This as-told-to essay is based on a conversation with Brian Jenney, 42, who lives in California. The following has been edited for length and clarity.

When I got into tech in my early 30s, I had no clue how crazy lucrative the industry was.

I started as a web application developer in 2015, earning roughly $60,000 a year.

Over the years, I became savvier at negotiating my salary, and by 2023, I was making over $250,000.

I’ve earned more than I could have ever imagined, without working in Big Tech, where people often assume the big money is made.

Here’s what I’ve learned along the way.

1. It was dumb not to negotiate a starting salary because it already sounded impressive

I used to have addiction issues, so I didn’t really work from the ages of 25 to 30 and lost knowledge that people gain from white collar jobs at this stage of life.

I was naive about the salary potential of my industry, and when people in tech said they were on $150,000, it blew my mind, and I began to feel underpaid.

In 2017, after two years in the web developer role, I landed a job at a startup. I was so impressed when I was offered $120,000 that I didn’t negotiate my salary, which was dumb in retrospect.

The environment was extremely fast-paced and high-caliber. I struggled with imposter syndrome as one of the team’s more junior members. I felt like one of the worst developers there and that I was already being paid more than I deserved. It discouraged me from asking for a raise.

In 2019, I joined the media intelligence company Zignal Labs. I was so happy about the job offer that I didn’t negotiate the salary, so my pay initially stayed roughly the same as in my previous job. It felt like I had plateaued, even though I had more money than I needed. An unfortunate symptom of working in tech is that you get drawn to wanting more.

Choosing this role turned out to be the right move, though. I had more room to grow and was in a better learning environment at a larger company.

During the tech hiring spree of 2020, my peers said they were getting crazy offers, and I didn’t want to miss out. That August, I joined The Clorox Company, a manufacturing firm, as a software engineer. By 2023, I was making over $250,000: the peak of my earnings in tech.

In 2024, I was laid off, and I’ve continued to work in various software engineering roles. I bought a business in 2023, and my focus has shifted to seeking out flexibility and time to build it, instead of maximizing corporate compensation.

2. I prepare for the pressure of job interviews by practicing with strangers

Interviews are like a carnival game where you can win big money by performing well, and you can’t get to the negotiation stage without passing them. They’re structured, learnable, and winnable with the right preparation.

When I have job interviews lined up, I do technical practice and use a platform called Pramp, which pairs you with strangers for practice interviews. I’ve found this helps simulate the nerves and pressure of real interviews better than practicing with friends.

I’ll try to do at least two mock interviews before an interview I really care about.


Brian Jenney is standing on a stage giving a talk.

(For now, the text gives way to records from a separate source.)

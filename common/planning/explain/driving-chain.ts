import type { DrivingChain } from '../problem/explanation';
import type { Plan } from '../problem/plan';
import type { Problem } from '../problem/problem';

export function drivingChain(_problem: Problem, _plan: Plan, _keyDateId: string): DrivingChain {
  throw new Error('Not written yet.');
}
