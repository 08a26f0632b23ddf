import { NEVER } from './calendar';
import type { Compiled, Crew } from './compiled';

/** Minutes of work for an effort with a crew; NEVER where the crew gets nothing done. */
export function workMinutes(compiled: Compiled, stage: number, effort: number, crew: Crew | null): number {
  if (compiled.work.isDuration[stage] === 1 || !crew || compiled.work.needOf[stage + 1] === compiled.work.needOf[stage])
    return effort;
  if (effort === 0) return 0;
  return crew.outputPermille > 0 ? Math.min(NEVER, Math.ceil((effort * 1000) / crew.outputPermille)) : NEVER;
}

Jenney uses a platform called Pramp to practice job interviews.

Courtesy of Brian Jenney



3. I learned to ‘play the game’ of salary negotiation. Now I ask for at least 10% more.

Over the years, I’ve benefited a lot from people in tech being open about their salaries and career paths, which helped me understand what was possible and gave me confidence to negotiate and aim higher.

I’ve learned that salary negotiation is a game you have to play, and if you don’t, you lose money.

I began consistently negotiating pay in the late 2010s. I usually tell the employer that I’m really excited to start the job, but that I was hoping to come in at a higher salary range, usually 10 to 20% more.

I’ve found this to be very effective, and it has never gone badly for me. If an employer sounds firm on their offer, I usually try to explore whether a sign-on bonus is possible instead, but I don’t push aggressively beyond that.

I have more money than I need, even though I never worked in Big Tech


Brian Jenney is pointing at a wall with computer code written on it.

Jenney said a salary of $150,000 is more than enough for him.

Courtesy of Brian Jenney



I’ve interviewed with but never been hired by the Big Tech companies. Besides, I like working at smaller startups and non-tech companies where I think you can have a greater impact.

Big Tech employees are going to “beat me” on pay because their stock compensation will outpace my earnings. But I see my current lifestyle as comparable to theirs. I believe there’s a reason software engineers aren’t driving around Mountain View in Ferraris: they can’t cash out all their stock money yet.

There’s always more you can earn, but when my salary hit the $150,000 mark, I knew it was more than I needed. I’d rather prioritize jobs where I’m happy, I’m learning, and I can cover my needs while still saving. That’s all I really need.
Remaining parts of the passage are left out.